### Available data
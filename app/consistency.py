"""An assessment that agrees with itself: the checks every payload passes at the edge, and its fold winners.

The payload's validator runs :func:`settle` after its reference checks, so the push route (JSON or
packed), ``save()``, the runner and the ``Recorder`` all pass through here, and the store only ever
holds assessments that follow these rules:

- ``outer_folds`` holds every (repeat, outer fold) of the design (``n_repeats`` × ``n_outer_folds``);
  the outer test folds of a repeat are disjoint (no row is tested twice in one repeat).
- ``inner_scores`` holds exactly one row per (repeat, outer fold, inner fold, configuration, metric)
  of the design: a failed fit is a row whose score is null, never a missing row.
- ``outer_scores`` holds at most one row per (repeat, outer fold, configuration, metric); with
  ``design.refit_all`` every configuration has its rows, otherwise at least every family winner.
- ``predictions`` hold at most one block per (repeat, outer fold, configuration).
- The fold winners follow from the inner scores by ``foldwise.definitions.select_in_fold``: one overall
  winner per fold, one winner per family and fold, except where every configuration (of the family)
  failed on the selection metric, which then has none. Winners left out of a payload are computed
  here; winners sent must be the ones the rule chooses. An assessment whose search object chose by
  its own rule (``design.selected_by == "search"``: successive halving, a callable ``refit``) keeps
  the winners it names, one per fold and family as above.
- The final selection (``final``, the selection over every row) holds one inner row per (inner fold,
  configuration, metric), and its winners are the ones the rule picks from them.

A refusal is a pydantic ``ValidationError`` located at the JSON path of the first problem found, its
message counting the others, so the push route answers it as every other 422. The checks work on
numpy arrays of the score columns: a payload of 600,000 inner scores is checked in a few tens of ms.
"""

from __future__ import annotations

from dataclasses import dataclass, field

import numpy as np
from pydantic import ValidationError
from pydantic_core import PydanticCustomError

from foldwise.definitions import FoldWinners, inner_mean, select_in_fold

ERROR_TYPE = "inconsistent_assessment"
_LARGEST_GRID = 2**62  # keys of a grid up to this size are int64 without overflow


def settle(payload) -> None:
    """Refuse ``payload`` unless it agrees with itself; fill in fold winners it leaves out.

    Raises ``pydantic.ValidationError`` (type ``inconsistent_assessment``) at the first problem.
    """
    found = _Findings()
    design = payload.design
    folds_complete = _check_outer_folds(payload, found)
    inner = _Grid.of_inner(payload)
    _check_rows(found, "inner_scores", inner, complete=folds_complete, design_fields="design.n_repeats, "
                "design.n_outer_folds, design.n_inner_folds, configurations and design.metrics")
    outer = _Grid.of_outer(payload)
    _check_rows(found, "outer_scores", outer, complete=folds_complete and design.refit_all,
                design_fields="design.refit_all with design.n_repeats, design.n_outer_folds, configurations "
                              "and design.metrics")
    _check_unique_predictions(payload, found)
    found.raise_if_any()

    computed = fold_winners(payload, inner)
    _settle_family(payload, computed, found)
    _settle_overall(payload, computed, found)
    found.raise_if_any()

    if not design.refit_all:
        _check_winners_refit(payload, outer, found)
        found.raise_if_any()

    if payload.final is not None:
        _check_final(payload, found)
        found.raise_if_any()


def fold_winners(payload, inner: _Grid | None = None) -> list[FoldWinners]:
    """The selection rule's winners of every outer fold, in design order (repeat, then outer fold).

    Needs a complete inner grid (``settle`` checks that first)."""
    inner = inner or _Grid.of_inner(payload)
    design = payload.design
    n_configs, n_inner = len(payload.configurations), design.n_inner_folds
    n_folds = design.n_repeats * design.n_outer_folds
    scores = np.empty(inner.size)
    scores[inner.flat] = payload.inner_scores.score  # NaN where a fit failed
    # (fold, inner fold, config, metric) → one contiguous (config, inner fold) matrix per fold, as the runner's
    selection = np.ascontiguousarray(scores.reshape(n_folds, n_inner, n_configs, -1)[..., 0].transpose(0, 2, 1))
    members = _family_members(payload)
    return [select_in_fold(selection[fold], members) for fold in range(n_folds)]


@dataclass
class _Findings:
    """Problems found so far: (JSON path, message, how many like it)."""

    problems: list[tuple[tuple, str, int]] = field(default_factory=list)

    def add(self, loc: tuple, message: str, count: int = 1) -> None:
        self.problems.append((loc, message, count))

    def raise_if_any(self) -> None:
        if not self.problems:
            return
        loc, message, _ = self.problems[0]
        others = sum(count for _, _, count in self.problems) - 1
        if others:
            message += f" (and {others} other problem{'s' if others > 1 else ''} of consistency)"
        error = PydanticCustomError(ERROR_TYPE, "{reason}", {"reason": message})
        raise ValidationError.from_exception_data("AssessmentPayload", [{"type": error, "loc": loc, "input": None}])


def _check_outer_folds(payload, found: _Findings) -> bool:
    """Every (repeat, outer fold) of the design present, test folds of a repeat disjoint; True when complete."""
    design = payload.design
    present = {(fold.repeat, fold.outer_fold) for fold in payload.outer_folds}
    expected = design.n_repeats * design.n_outer_folds
    complete = len(present) == expected  # the reference checks keep every fold inside the design, once
    if not complete:
        position = 0
        while divmod(position, design.n_outer_folds) in present:
            position += 1
        repeat, outer_fold = divmod(position, design.n_outer_folds)
        found.add(("outer_folds",), f"outer_folds: repeat {repeat}, outer fold {outer_fold} is missing: "
                  f"design.n_repeats {design.n_repeats} × design.n_outer_folds {design.n_outer_folds} makes "
                  f"{expected} outer folds, and {len(present)} were sent", expected - len(present))

    sizes = [len(fold.test_indices) for fold in payload.outer_folds]
    rows = np.fromiter((row for fold in payload.outer_folds for row in fold.test_indices), dtype=np.int64,
                       count=sum(sizes))
    fold_position = np.repeat(np.arange(len(sizes)), sizes)
    repeats = np.array([fold.repeat for fold in payload.outer_folds], dtype=np.int64)[fold_position]
    order = np.lexsort((fold_position, rows, repeats))  # by repeat, then row, then fold in payload order
    again = (rows[order][1:] == rows[order][:-1]) & (repeats[order][1:] == repeats[order][:-1])
    if again.any():
        later, earlier = order[1:][again], order[:-1][again]
        first = int(np.argmin(later))
        at, before = int(later[first]), int(earlier[first])
        starts = np.r_[0, np.cumsum(sizes)]
        fold, other = payload.outer_folds[fold_position[at]], payload.outer_folds[fold_position[before]]
        where = "earlier in the same fold" if fold is other else \
            f"in the test fold of outer fold {other.outer_fold} (outer_folds[{fold_position[before]}])"
        found.add(("outer_folds", int(fold_position[at]), "test_indices", int(at - starts[fold_position[at]])),
                  f"outer_folds[{fold_position[at]}].test_indices: row {rows[at]} is tested twice in repeat "
                  f"{fold.repeat}: it is also {where}; the outer test folds of a repeat are disjoint", len(later))
    return complete


@dataclass(frozen=True)
class _Grid:
    """A score block's rows as positions in the grid of the design: (repeat, outer fold, [inner fold,]
    configuration, metric) in that order, the runner's order of rows."""

    names: tuple[str, ...]
    sizes: tuple[int, ...]
    flat: np.ndarray | None  # each row's position in the grid; None when the grid is too large to number
    n_rows: int

    @property
    def size(self) -> int:
        return int(np.prod(self.sizes, dtype=object))

    @classmethod
    def of_inner(cls, payload) -> _Grid:
        design = payload.design
        return cls._of(payload.inner_scores, ("repeat", "outer_fold", "inner_fold", "config", "metric"),
                       (design.n_repeats, design.n_outer_folds, design.n_inner_folds, len(payload.configurations),
                        len(design.metrics)))

    @classmethod
    def of_outer(cls, payload) -> _Grid:
        design = payload.design
        return cls._of(payload.outer_scores, ("repeat", "outer_fold", "config", "metric"),
                       (design.n_repeats, design.n_outer_folds, len(payload.configurations), len(design.metrics)))

    @classmethod
    def _of(cls, columns, names: tuple[str, ...], sizes: tuple[int, ...]) -> _Grid:
        n_rows = len(columns)
        if int(np.prod(sizes, dtype=object)) >= _LARGEST_GRID:
            return cls(names, sizes, None, n_rows)
        flat = np.zeros(n_rows, dtype=np.int64)
        for name, size in zip(names, sizes, strict=True):  # the reference checks keep each key in range
            flat *= size
            flat += getattr(columns, name)
        return cls(names, sizes, flat, n_rows)

    def key(self, position: int) -> dict[str, int]:
        """The grid's key at ``position``."""
        key = {}
        for name, size in zip(reversed(self.names), reversed(self.sizes), strict=True):
            position, key[name] = divmod(position, size)
        return dict(reversed(key.items()))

### Task goal
Extract from the material all lines containing the string "first".

### Response to this exercise
A refusal is a pydantic ``ValidationError`` located at the JSON path of the first problem found, its
    Raises ``pydantic.ValidationError`` (type ``inconsistent_assessment``) at the first problem.
    Needs a complete inner grid (``settle`` checks that first)."""
        first = int(np.argmin(later))
        at, before = int(later[first]), int(earlier[first])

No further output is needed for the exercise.